Energy Diagrams and Equilibrium

In short

An energy diagram plots potential energy U(x) against position x. The total mechanical energy E appears as a horizontal line. Where E > U(x), the particle moves; where E = U(x), it turns around (turning points); where E < U(x), it cannot go. The force at any point is F = -dU/dx — always pointing downhill on the curve. A minimum of U(x) is stable equilibrium; a maximum is unstable; a flat region is neutral.

Place a marble in a steel katori — the small bowl you eat dal-rice from every night. Push it to one side and release it. The marble rolls down, climbs up the opposite wall, slows, stops for an instant, and rolls back. It oscillates back and forth, trapped inside the bowl, never escaping over the rim.

Now flip the katori upside down and try to balance the marble on its curved top. It sits there — for a moment.

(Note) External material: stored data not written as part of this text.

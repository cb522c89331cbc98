"""The command line: parses arguments, calls the library, prints."""

from __future__ import annotations

import argparse
import sys
from collections.abc import Sequence

CAUTION = (
    "Results must be checked by a qualified engineer; local codes and licensed "
    "practice govern."
)


def build_parser() -> argparse.ArgumentParser:
    """The argument parser (subcommands are added as the tool grows)."""
    from spaceframe import __version__

    parser = argparse.ArgumentParser(
        prog="spaceframe",
        description="Analyse three-dimensional pin-jointed frames. " + CAUTION,
    )
    parser.add_argument("--version", action="version", version=f"spaceframe {__version__}")
    return parser


def main(argv: Sequence[str] | None = None) -> int:
    """Entry point of the `spaceframe` command; returns the exit code."""
    parser = build_parser()
    parser.parse_args(argv)
    parser.print_help(sys.stdout)
    return 0
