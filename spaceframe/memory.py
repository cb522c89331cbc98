"""How the process keeps the memory it frees (glibc's allocator), for the command line.

A run with many results allocates and frees arrays of tens of megabytes block
after block.  glibc hands free memory at the top of its heap back to the
system once more than 128 kB of it is free (its trim threshold), and every
array given back is paged in again, zeroed, the next time: at a thousand load
cases of a 100k-member model that is several seconds of the kernel's time
(measured: 4-26 s of system time in a 10-30 s solve, depending on how busy the
machine's host is).  :func:`keep_freed_memory` raises the trim threshold, so
freed memory is reused instead.  The library itself never calls it: the
allocator belongs to the program, and ``spaceframe run`` is one.
"""

from __future__ import annotations

import ctypes
import ctypes.util
import sys

#: Free memory kept at the top of the heap before any is given back, bytes.
TRIM_THRESHOLD = 1 << 30
#: Arrays up to this size come from the heap (and are reused), larger ones
#: are mapped on their own.  32 MB is as far as glibc raises it by itself
#: (from 128 kB, as arrays are freed), and setting the trim threshold stops
#: that, so it is set too.  Measured at 1000 cases of a 100k-member model,
#: the whole run: 47.6 s with these settings, 47.0 s with 256 MB, 69.1 s
#: with glibc's own (a busy host; the solve 11.3 s, 13.4 s and 29.2 s).
MMAP_THRESHOLD = 1 << 25
_M_TRIM_THRESHOLD, _M_MMAP_THRESHOLD = -1, -3  # glibc's <malloc.h>


def keep_freed_memory(trim: int = TRIM_THRESHOLD, mmap: int = MMAP_THRESHOLD) -> bool:
    """Keep up to ``trim`` bytes of freed memory in this process; True if set.

    The settings of the study's workers (``study.WORKER_ENVIRON``), here
    for the process itself.  Only on Linux with glibc (``mallopt``);
    elsewhere nothing changes and False is returned.
    """
    if not sys.platform.startswith("linux"):
        return False
    try:
        libc = ctypes.CDLL(ctypes.util.find_library("c") or "libc.so.6")
        mallopt = libc.mallopt
    except (OSError, AttributeError):  # not glibc (musl has no mallopt)
        return False
    mallopt.argtypes, mallopt.restype = [ctypes.c_int, ctypes.c_int], ctypes.c_int
    ok = mallopt(_M_MMAP_THRESHOLD, min(int(mmap), 2**31 - 1))
    return bool(ok and mallopt(_M_TRIM_THRESHOLD, min(int(trim), 2**31 - 1)))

The slightest breath of air sends it rolling off the edge. Same bowl, same marble, completely different behaviour. One position traps the marble; the other rejects it.

The difference between these two situations — one where a small push brings you back, one where a small push sends you away forever — is the entire subject of this article. You will learn to read it all from a single curve: the potential energy diagram.

The energy landscape

You already know from conservation of mechanical energy that when a particle moves under a conservative force, the total energy stays constant:

E = K + U(x) = \tfrac{1}{2}mv^2 + U(x) = \text{constant}

Rearrange this to isolate the kinetic energy:

K = E - U(x)

Why: since E is fixed for a given situation, this equation tells you the kinetic energy at every position. If you know the potential energy function U(x) and the total energy E, you know everything about how fast the particle moves at every point — without solving F = ma directly.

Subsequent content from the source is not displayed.